おっさんの異世界生活は無理がある。

祐一

第171話

執事服の内ポケットから懐中時計を取り出して時間を確認しながら前を歩くお姫様の後をついて行ってた俺は、その途中でちょっとした質問をしてみた。

「……なぁ、こんな時間に危険を冒して何処に行こうっていうんだ?」

「あら、アンタの事だからそれぐらいの予想はついてるんじゃない?」

「まぁそりゃそうなんだが……ぶっちゃけ外れて欲しいから言いたくない。」

「それじゃあ到着するまでのお楽しみって事にして起きなさい。」

「……はい。」

願わくばこの予想が外れて欲しいと思いながらお姫様と薄ぼんやりと明るい廊下を早足で歩いていると、少し先の曲がり角の向こうから光と足音が近づいてきた!

「お、おいあれって!」

「静かに!こっちに来なさい!」

お姫様は人差し指を口元に当ててそう言った後、壁に沿って歩いて行き曲がり角の手前で立ち止まってしまった!………いや、それで隠れてるつもりなのか?!流石にそれは無理があるだろうが!!なんて思いながらお姫様と同様に壁に身を寄せた俺は近づいて来る光と足音を聞きながら心臓をバックンバックンさせていた!

そして曲がり角のすぐ向こう側で足音が止まった瞬間、俺は警備兵に見つかるのを覚悟して堅く目を閉じた…………のだが、何故だか足音が徐々に遠ざかって行った?不思議に思って目を開けると、足音と共に光も少しずつ離れていってしまった……

「な、なんで……」

「あっちの廊下とこっちの廊下は管轄している警備兵が別なの。

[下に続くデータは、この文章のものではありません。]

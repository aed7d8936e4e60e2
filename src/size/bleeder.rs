//! `bleeder`: a resistor that drains the bank for good, from isolation on.

use super::arrays::{Design, Listed, listed, usable_power};
use super::collision;
use super::probe::Probe;
use super::request::{Ask, SizeError};
use super::result::{Candidate, DemandResult, Searched, Sizing, Window};
use super::spans::Spans;
use super::trial::tried;
use super::window::{Demand, Kind, Scan};
use crate::bank::Bank;
use crate::bank::description::{Bound, Connection, Description, Limit, Pair, Resistor, Role, Rule};
use crate::data::{LimitKind, published_limit};
use crate::finding::{Finding, Severity};
use crate::plan::{ChargedTo, Stamp};
use crate::quantity::{Direction, Quantity, Resistance, Time, celsius, duration, exact, show};
use rayon::prelude::*;

/// Designs that are put into the bank and fail the full plan are passed over, but not more than this many for each
/// that is to be shown.
const TRIES: usize = 8;

/// Finds bleeders for `bank`. `input_sha256` is given with the answer, as with a plan.
///
/// # Errors
/// Where what is asked makes no sense, the place does not exist, or the engine can't certify a figure.
///
/// # Example: the hand calculation R = t / (C ln(V/v)) is the upper end of the window
/// ```
/// use ebbvolt::{bank::file, data, quantity::{Quantity, Time, Voltage}, size};
/// let text = b"
/// ebbvolt: 1
/// tag: PU-09
/// touch_voltage: 50 V
/// charged_to: 565 V
/// capacitors: [{id: C1, value: 1000 uF}]
/// ";
/// let (bank, _) = file::read("bank.yaml", text).expect("a valid file");
/// let target = size::Target { voltage: Voltage::from_si(50.0), within: Time::from_si(60.0) };
/// let elements = file::read_stock("generic", data::generic_stock().as_bytes()).expect("a valid list");
/// let ask = size::Ask { target: Some(target), elements, ..size::Ask::default() };
/// let sizing = size::bleeder(&bank, "", &ask).expect("a certified result");
/// let greatest = sizing.window.and_then(|w| w.greatest).expect("time bounds it").si();
/// assert!((greatest / (60.0 / (1e-3 * (565.0f64 / 50.0).ln())) - 1.0).abs() < 1e-9);
/// assert!(!sizing.candidates.is_empty());
/// ```
pub fn bleeder(bank: &Bank, input_sha256: &str, ask: &Ask) -> Result<Sizing, SizeError> {
    let Job { description, counted, place } = Job::of(bank, ask)?;
    let ambient = ask.ambient.unwrap_or_else(|| bank.ambient());
    let demands = demands(&description, &counted, ask, ambient);
    let middle = middle(&description, &counted);

    // With single faults the number of strings decides what one open element leaves.
    let faults = counted.iter().any(|i| description.limits[*i].single_fault);
    let strings: Vec<u32> = if faults { (1..=ask.parallel_up_to).collect() } else { vec![1] };
    let probes: Vec<Probe> = strings
        .iter()
        .map(|n| Probe::new(&description, &Resistor { parallel: *n, ..place.clone() }, counted.clone()))
        .collect::<Result<_, _>>()?;
    let scans: Vec<Scan> =
        probes.iter().map(|p| Scan::around(middle, p, &demands)).collect::<Result<_, SizeError>>()?;
    let met: Vec<Vec<Spans>> = scans
        .par_iter()
        .map(|scan| demands.iter().map(|d| scan.spans(d)).collect::<Result<Vec<Spans>, SizeError>>())
        .collect::<Result<_, _>>()?;
    let windows: Vec<Spans> = met.iter().map(|spans| spans.iter().fold(Spans::all(), |w, s| w.and(s))).collect();
    // What is told of the window is told of the most strings: with them one open element weighs least.
    let (Some(scan), Some(spans), Some(window)) = (scans.last(), met.last(), windows.last()) else {
        return Err(SizeError::Asked("at least one string is needed; write `--parallel-up-to 1` or more".into()));
    };
    let of = |parallel: u32| windows.get(parallel as usize - 1).unwrap_or(window).clone();
    let slack = if scan.voltage_is_held() { 0.0 } else { 0.05 };
    let found = listed(ask, ambient, of, |ohms| scan.voltage(ohms), slack);
    let (candidates, refused) = planned(&description, ask, &found, &place, &counted)?;

    let mut findings = Vec::new();
    if window.is_empty() {
        findings.extend(collision::explained(ask, &demands, spans, scan)?);
    } else if candidates.is_empty() {
        findings.push(nothing_fits(ask, &found, refused, window));
    }
    if demands.iter().zip(scan.without(&demands)).all(|(d, met)| met || !matches!(d.kind, Kind::Limit(_))) {
        let text = "The bank meets these limits without a new resistor.";
        findings.push(Finding::new(Severity::Note, "already-met", text));
    }
    if candidates.iter().any(|c| !c.not_met.is_empty()) {
        let missed: Vec<String> = candidates.first().map_or_else(Vec::new, |c| c.not_met.clone());
        let text = format!(
            "The plan with the first design does not meet everything else in the file: {}. `ebbvolt plan` tells more.",
            missed.join(", ")
        );
        findings.push(Finding::new(Severity::Warning, "rest-of-plan-not-met", text));
    }
    Ok(Sizing {
        ebbvolt: Stamp { version: env!("CARGO_PKG_VERSION"), format: 1 },
        size: "bleeder",
        tag: description.tag.clone(),
        input_sha256: input_sha256.to_string(),
        id: ask.id.clone(),
        connection: place.phases.map(word),
        across: place.across,
        charged_to: ChargedTo { nominal: description.charged_to.nominal, highest: description.charged_to.highest },
        ambient,
        power_margin: ask.margin,
        demands: demands.iter().zip(spans).map(|(d, s)| demand_result(d, s)).collect(),
        window: window_result(&demands, spans, window),
        searched: Searched {
            elements: ask.elements.len(),
            inside_window: found.inside,
            over_power: found.over_power,
            over_voltage: found.over_voltage,
            designs: found.designs.len(),
            refused_by_plan: refused,
        },
        candidates,
        findings,
        assumptions: assumptions(bank, ask, faults),
    })
}

/// The bank as it is to be sized for.
struct Job {
    /// With the ambient and the target that were asked for.
    description: Description,
    /// Which of its limits count.
    counted: Vec<usize>,
    /// The new resistor, its value not known yet.
    place: Resistor,
}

だからこっちまでは来ないで引き返していったのよ。」

「そ、そうだったのか……いやでも、そうだとしてもこっちまで巡回してくる可能性はあったんじゃないのか?」

「それは無いわ。警備兵は常に規則正しく同じ巡回ルートを歩いているから、そこを外れて来る事なんて無いからね。」

「な、なるほど……ってか、随分とそう言う事に詳しいんだな。」

「まぁね。それよりも早く行くわよ。急がないとここを管轄している警備が来ちゃうから。」

「あぁ、分かった。」

こうして俺は妙に慣れた感じで警備兵の目をかいくぐるお姫様の後について行き、1階まで降りて来たのだが……何故か俺達は城門とは正反対の方向に向かっていた。

「なぁ、正門はこっちじゃなくてあっちなんだが……」

「そんなの知ってるわよ。」

「じゃあどうして、こっちに来たんだ?」

俺がそう尋ねると、お姫様はため息交じりに振り返って呆れた感じでこっちを見てきた………え、そんなにバカにされる様な質問をしたか?

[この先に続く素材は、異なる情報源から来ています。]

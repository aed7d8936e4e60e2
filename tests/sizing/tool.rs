//! Tools against closed forms for one capacitance, worked by hand.

use crate::banks::{HEAD, bank, elements, generic, greatest, least, of, seconds, shelf, tooled};
use approx::assert_relative_eq;
use ebbvolt::data::Series;
use ebbvolt::plan::Verdict;
use ebbvolt::quantity::{Current, Energy, Quantity, Resistance, Voltage};
use ebbvolt::size::{Build, Placement, ToolAsk};

const PLAIN: &str = "touch_voltage: 50 V\ncharged_to: {nominal: 565 V, highest: 750 V}\n";
/// Bears anything here.
const STRONG: &str = "power: 1 kW, full_to: 25 °C, zero_at: 275 °C, voltage: 5 kV, pulse: 100 kJ, thermal_time: 300 s";

fn one(more: &str) -> String {
    format!("{HEAD}{PLAIN}capacitors: [{{id: C1, value: 3300 uF, tolerance: 20 %, across: [P, N]}}]\n{more}")
}

/// The greatest capacitance and the highest voltage of `one`.
const FARAD: f64 = 1.2 * 3300e-6;
const VOLTS: f64 = 750.0;

fn ask() -> ToolAsk {
    ToolAsk { build: of(Series::E24), within: seconds(20.0), ..ToolAsk::default() }
}

#[test]
fn the_hold_time_bounds_the_resistance_from_above() {
    let sizing = tooled(&bank(&one("")), &ask());
    let by_hand = 20.0 / (FARAD * (VOLTS / 50.0).ln());
    assert_relative_eq!(sizing.demands[0].greatest.expect("bounded").si(), by_hand, max_relative = 1e-9);
    assert_relative_eq!(greatest(&sizing), by_hand, max_relative = 1e-9);
    assert_eq!(sizing.candidates.len(), 5, "{:?}", sizing.findings);
    // With cable and contact at their most, the tool itself may have that much less.
    let lead = ToolAsk { lead: Some(Resistance::from_si(100.0)), ..ask() };
    assert_relative_eq!(greatest(&tooled(&bank(&one("")), &lead)), by_hand - 100.0, max_relative = 1e-9);
    // Another voltage than the touch voltage.
    let lower = ToolAsk { voltage: Some(Voltage::from_si(10.0)), ..ask() };
    let by_hand = 20.0 / (FARAD * (VOLTS / 10.0).ln());
    assert_relative_eq!(greatest(&tooled(&bank(&one("")), &lower)), by_hand, max_relative = 1e-9);
}

#[test]
fn current_and_the_heat_of_the_contact_bound_it_from_below() {
    let asked = ToolAsk { max_current: Some(Current::from_si(1.0)), ..ask() };
    let sizing = tooled(&bank(&one("")), &asked);
    assert_relative_eq!(least(&sizing), VOLTS, max_relative = 1e-9);
    for c in &sizing.candidates {
        assert!(c.figures.peak_current.si() <= 1.0, "{c:?}");
    }
    // Cable and contact may be nothing: the current has no help of them.
    let with_lead = ToolAsk { lead: Some(Resistance::from_si(200.0)), ..asked };
    assert_relative_eq!(least(&tooled(&bank(&one("")), &with_lead)), VOLTS, max_relative = 1e-9);

    let (lead, most) = (2.0, 10.0);
    let asked = ToolAsk { lead: Some(Resistance::from_si(lead)), contact_energy: Some(Energy::from_si(most)), ..ask() };
    let sizing = tooled(&bank(&one("")), &asked);
    let end = sizing.demands[1].least.expect("bounded").si();
    // C V^2/2 of the capacitance that is worst, less what is left after 20 s, in proportion to the resistances.
    let given_off = |ohms: f64| {
        let left = (-2.0 * 20.0 / ((ohms + lead) * FARAD)).exp();
        0.5 * FARAD * VOLTS * VOLTS * (1.0 - left) * lead / (ohms + lead)
    };
    assert_relative_eq!(given_off(end), most, max_relative = 1e-8);
    for c in &sizing.candidates {
        let lowest = c.resistance.si() * 0.95;
        let found = c.figures.contact_energy.expect("the lead is given").si();
        assert_relative_eq!(found, given_off(lowest), max_relative = 1e-9);
        assert!(found <= most);
    }
}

「あのね、警備が一番厳重な正面から堂々と出て行けるわけないでしょ。それぐらい理解してなさいよねこのバカ。」

「バカって……それじゃあ何処に向かってるんだよ?」

「食糧庫にある勝手口よ。そこから裏庭を通って街に出て行くわ。」

「……でもさぁ、勝手口も裏庭も警備兵が巡回してるんじゃないのか?」

「当然してるけど安心しなさい。勝手口には特殊が鍵が掛かっているからずっと警備している訳じゃないし、裏庭も広いから警備が手薄になる所が必ずあるのよ。」

「そうなのか……って、警備情報に詳しすぎだし勝手口の鍵はどうすんだ?内側から開けられたとしても、外から掛けられないとバレた時に大事になるぞ。」

「ふんっ、警備情報なんてお姫様である私には簡単に手に入るに決まってるわよ。
それと勝手口の鍵に付いては安心しなさい、ほら。」

お姫様はスカートのポケットの中に手を入れると、幾つかの鍵が付いたキーリングを取り出して俺に見せてきた……って、もしかして!?

「おい、もしかしてそれ使って俺の部屋に入って来たのか?」

「えぇそうよ。ここにあるのは客室用のマスターキーと勝手口の鍵、それと裏庭から街に出る為の門を開く鍵が揃ってるわ。」

「い、いやいやそれってマズくないか?そんな重要そうな鍵を持ち出してるってバレたりしたら、それも大事になるぞ。」

「そんな事にはならないから大丈夫よ。これは複製した鍵だから、元となってる鍵はちゃんと城の中に残ってるわ。」

「複製ってマジかよ……そんなのどうやって用意したんだ?」

「それはまぁ……色々と手を回してね。」

うわぁ……物凄く悪い顔で微笑んでらっしゃるじゃないですか……ったく、どんな手を使ったのか知らないが絶対に俺には教えないで欲しいな!聞いちまったら確実に後悔する事になりそうだからな!……そう決意してからしばらくして、俺達は食糧庫の扉の前に辿り着いた。

「今の時刻は?」

「あっ、ちょっと待ってくれ………1時32分だ。」

「ふぅ、それなら問題無さそうね。中に入るわよ。」

「わ、分かった。」

キィという音を鳴らしながら扉を開けて食糧庫の中に入っていった俺達は、奥の方に見える勝手口に向かって行った。そして内側にある鍵を開けて裏庭に出て行くと、お姫様は例の鍵の束を取り出して勝手口の鍵を閉めた。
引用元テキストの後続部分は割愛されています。